▶ [Problem description] Your task is to find every line in the records that holds the string "clamped" and copy it.

Collection entries
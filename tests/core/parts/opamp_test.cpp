#include "tests/core/parts/recorded_part.hpp"
#include <catch2/catch.hpp>
#include <cmath>

using namespace sinewright;
using namespace sinewright::testing;
using Catch::WithinAbs;
using Catch::WithinRel;

namespace {

Settings macro(Settings more) {
    more.insert(more.begin(), {"model", "macro"});
    return more;
}
std::string opamp_complaint(const Settings& settings) { return complaint("opamp", settings); }

} // namespace

TEST_CASE("an ideal op-amp holds its inputs equal with whatever current its output needs", "[parts]") {
    const RecordedPart u = record("opamp", {{"model", "ideal"}});
    const auto x = u.at({{"plus", 0.7}, {"minus", 0.4}, {"out", 5.0}, {"output current", 0.01}});
    CHECK_THAT(u.f(x)[u.index("output current")], WithinAbs(0.3, 1e-15));
    CHECK(std::abs(u.current("out", x)) == 0.01);
    CHECK(u.current("plus", x) == 0);
    CHECK(u.current("minus", x) == 0);
    CHECK(u.ties == std::vector<RecordedTie>{{Tie::forces_voltage, 2, -1}});
}

TEST_CASE("the gain stage of the macro op-amp slews, leaks and is clamped as the contract says", "[parts]") {
    const double gbw = 10e6, A0 = 2e5, S = 9e6, high = 13, low = -12, offset = 1e-3;
    const double c1 = 1e-4, c2 = 4e-5, c3 = -2e-5, w = 2 * M_PI * gbw;
    const RecordedPart u = record("opamp", macro({{"gbw", gbw},
                                                  {"dc_gain", A0},
                                                  {"slew_rate", S},
                                                  {"swing_high", high},
                                                  {"swing_low", low},
                                                  {"offset", offset},
                                                  {"common_mode_1", c1},
                                                  {"common_mode_2", c2},
                                                  {"common_mode_3", c3}}));
    struct Point {
        double plus, minus, v_g;
    };
    for (const Point& at : {Point{0, 0, 0}, Point{3.0, 2.999, 5}, Point{-4.0, -4.2, 12.95}, Point{5.0, 5.3, -12.1}}) {
        const double v_cm = (at.plus + at.minus) / 2;
        const double v_d = at.plus - at.minus + offset + c1 * v_cm + c2 * v_cm * v_cm + c3 * v_cm * v_cm * v_cm;
        const double rate = S * std::tanh(w * v_d / S) - w / A0 * at.v_g -
                            S * (std::exp((at.v_g - high) / 0.05) - std::exp((low - at.v_g) / 0.05));
        const auto x = u.at({{"plus", at.plus}, {"minus", at.minus}, {"gain stage", at.v_g}});
        CHECK_THAT(u.rate("gain stage", x), WithinRel(rate, 1e-11));
    }
}

TEST_CASE("without a slew rate the op-amp's input is linear and its clamp as strong as one volt of input", "[parts]") {
    const double gbw = 3e6, w = 2 * M_PI * gbw, high = 3.5, low = -3.5, c2 = 1e-3;
    const RecordedPart plain = record("opamp", macro({{"gbw", gbw}, {"offset", 2e-3}}));
    CHECK(plain.elements.empty()); // constant stamps only
    const auto x = plain.at({{"plus", 1.0}, {"minus", 0.25}, {"gain stage", 2.0}});
    CHECK_THAT(plain.rate("gain stage", x), WithinRel(w * 0.752 - w / 1e5 * 2, 1e-13));

    const RecordedPart clamped =
        record("opamp", macro({{"gbw", gbw}, {"swing_high", high}, {"swing_low", low}, {"common_mode_2", c2}}));
    for (const double v_g : {-3.6, 0.0, 3.4, 3.55}) {
        const double v_d = 0.1 + c2 * 0.45 * 0.45;
        const double rate =
            w * v_d - w / 1e5 * v_g - w * (std::exp((v_g - high) / 0.05) - std::exp((low - v_g) / 0.05));
        const auto y = clamped.at({{"plus", 0.5}, {"minus", 0.4}, {"gain stage", v_g}});
        CHECK_THAT(clamped.rate("gain stage", y), WithinRel(rate, 1e-12));
    }
}

TEST_CASE("one swing limit alone clamps on its side only", "[parts]") {
    const double w = 2 * M_PI * 1e6;
    const RecordedPart u = record("opamp", macro({{"gbw", 1e6}, {"swing_low", 0.1}}));
    const auto rate = [&](double v_g) { return u.rate("gain stage", u.at({{"gain stage", v_g}})); };
    CHECK_THAT(rate(0.0), WithinRel(w * std::exp(2.0), 1e-13));
    CHECK_THAT(rate(40.0), WithinRel(-w / 1e5 * 40, 1e-12));
}

TEST_CASE("without gain-bandwidth product the op-amp has its DC gain at every frequency", "[parts]") {
    const RecordedPart u = record("opamp", macro({{"dc_gain", 1e4}}));
    const auto x = u.at({{"plus", 0.5e-3}, {"minus", 0.2e-3}, {"gain stage", 3.0}});
    CHECK_THAT(u.f(x)[u.index("gain stage")], WithinAbs(0, 1e-18));
    for (const double charge : u.q(x)) CHECK(charge == 0);
}

TEST_CASE("a second pole follows the gain stage and drives the output", "[parts]") {
    const double f2 = 20e6;
    const RecordedPart u = record("opamp", macro({{"gbw", 10e6}, {"second_pole", f2}}));
    const auto x = u.at({{"gain stage", 2.0}, {"second stage", 1.5}, {"out", 1.5}});
    CHECK_THAT(u.rate("second stage", x), WithinRel(2 * M_PI * f2 * 0.5, 1e-13));
    CHECK(u.f(x)[u.index("output current")] == 0);
    CHECK(u.ties == std::vector<RecordedTie>{{Tie::forces_voltage, 2, -1}});
}

TEST_CASE("the output stage bends and stands behind the output resistance", "[parts]") {
    const double R = 60, o2 = 1e-3, o3 = -2e-4, v_2 = 4;
    const double inner = v_2 + o2 * v_2 * v_2 + o3 * v_2 * v_2 * v_2;
    const RecordedPart u =
        record("opamp", macro({{"gbw", 1e6}, {"output_resistance", R}, {"output_2", o2}, {"output_3", o3}}));
    CHECK_THAT(u.current("out", u.at({{"gain stage", v_2}, {"out", 3.0}})), WithinRel((3 - inner) / R, 1e-13));
    CHECK(u.ties == std::vector<RecordedTie>{{Tie::conducts, 2, -1}});
    // Without resistance it is an ideal source of the same voltage.
    const RecordedPart ideal = record("opamp", macro({{"gbw", 1e6}, {"output_2", o2}, {"output_3", o3}}));
    const auto x = ideal.at({{"gain stage", v_2}, {"out", inner}});
    CHECK_THAT(ideal.f(x)[ideal.index("output current")], WithinAbs(0, 1e-15));
}

TEST_CASE("the inputs of the op-amp load their nets as the contract says", "[parts]") {
    const double R = 300e3, C = 5e-12, bias = 200e-9, Cg = 6e-12, k = 0.02;
    const RecordedPart u = record("opamp", macro({{"gbw", 1e6},
                                                  {"input_resistance", R},
                                                  {"input_capacitance", C},
                                                  {"input_bias", bias},
                                                  {"input_ground_capacitance", Cg},
                                                  {"input_ground_coefficient", k}}));
    const double plus = 3, minus = 2.4;
    const auto x = u.at({{"plus", plus}, {"minus", minus}});
    CHECK_THAT(u.current("plus", x), WithinRel(0.6 / R + bias, 1e-13));
    CHECK_THAT(u.current("minus", x), WithinRel(-0.6 / R + bias, 1e-13));
    CHECK_THAT(u.charge("plus", x), WithinRel(C * 0.6 + Cg * (plus + k * plus * plus / 2), 1e-13));
    CHECK_THAT(u.charge("minus", x), WithinRel(-C * 0.6 + Cg * (minus + k * minus * minus / 2), 1e-13));
    CHECK(record("opamp", macro({{"input_ground_capacitance", Cg}})).elements.empty()); // linear: a stamp
}

TEST_CASE("slewing makes a third harmonic of a twelfth of the drive over the limit squared", "[parts]") {
    // Source: expand atanh: the input drive that gives a sine of slope ωV has H3/H1 = (1/12)(ωV/S)² to first order.
    const double S = 1e6, w = 2 * M_PI * 1e6, share = 0.05;
    const RecordedPart u = record("opamp", macro({{"gbw", 1e6}, {"slew_rate", S}}));
    const auto drive = over_a_cycle(256, [&](double phase) {
        const auto rate = [&](double v_d) { return u.rate("gain stage", u.at({{"plus", v_d}})); };
        return solve_rising(rate, share * S * std::cos(phase), -S / w, S / w);
    });
    CHECK_THAT(cosine_harmonic(drive, 3) / cosine_harmonic(drive, 1), WithinRel(share * share / 12, 2 * share * share));
}

TEST_CASE("combinations of op-amp values that mean nothing are named", "[parts]") {
    CHECK(opamp_complaint({}).empty());
    CHECK(opamp_complaint(macro({{"gbw", 1e6}, {"slew_rate", 1e6}})).empty());
    CHECK(opamp_complaint(macro({{"second_pole", 1e6}})).empty());
    CHECK(opamp_complaint(macro({{"slew_rate", 1e6}})).find("gbw") != std::string::npos);
    CHECK(opamp_complaint(macro({{"swing_high", 13.0}})).find("gbw") != std::string::npos);
    CHECK(opamp_complaint(macro({{"gbw", 1e6}, {"swing_high", -13.0}, {"swing_low", 13.0}})).find("above swing_low") !=
          std::string::npos);
}

TEST_CASE("an op-amp set to ideal may keep its macro values, one that names no model may not", "[parts]") {
    CHECK(opamp_complaint({{"model", "ideal"}, {"gbw", 1e6}}).empty());
    CHECK(opamp_complaint({{"gbw", 1e6}}).find("model") != std::string::npos);
    CHECK(opamp_complaint({{"noise_voltage", 5e-9}}).empty());
}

▶ [Solved problem]
TEST_CASE("the gain stage of the macro op-amp slews, leaks and is clamped as the contract says", "[parts]") {
    const RecordedPart clamped =
        const auto y = clamped.at({{"plus", 0.5}, {"minus", 0.4}, {"gain stage", v_g}});
        CHECK_THAT(clamped.rate("gain stage", y), WithinRel(rate, 1e-12));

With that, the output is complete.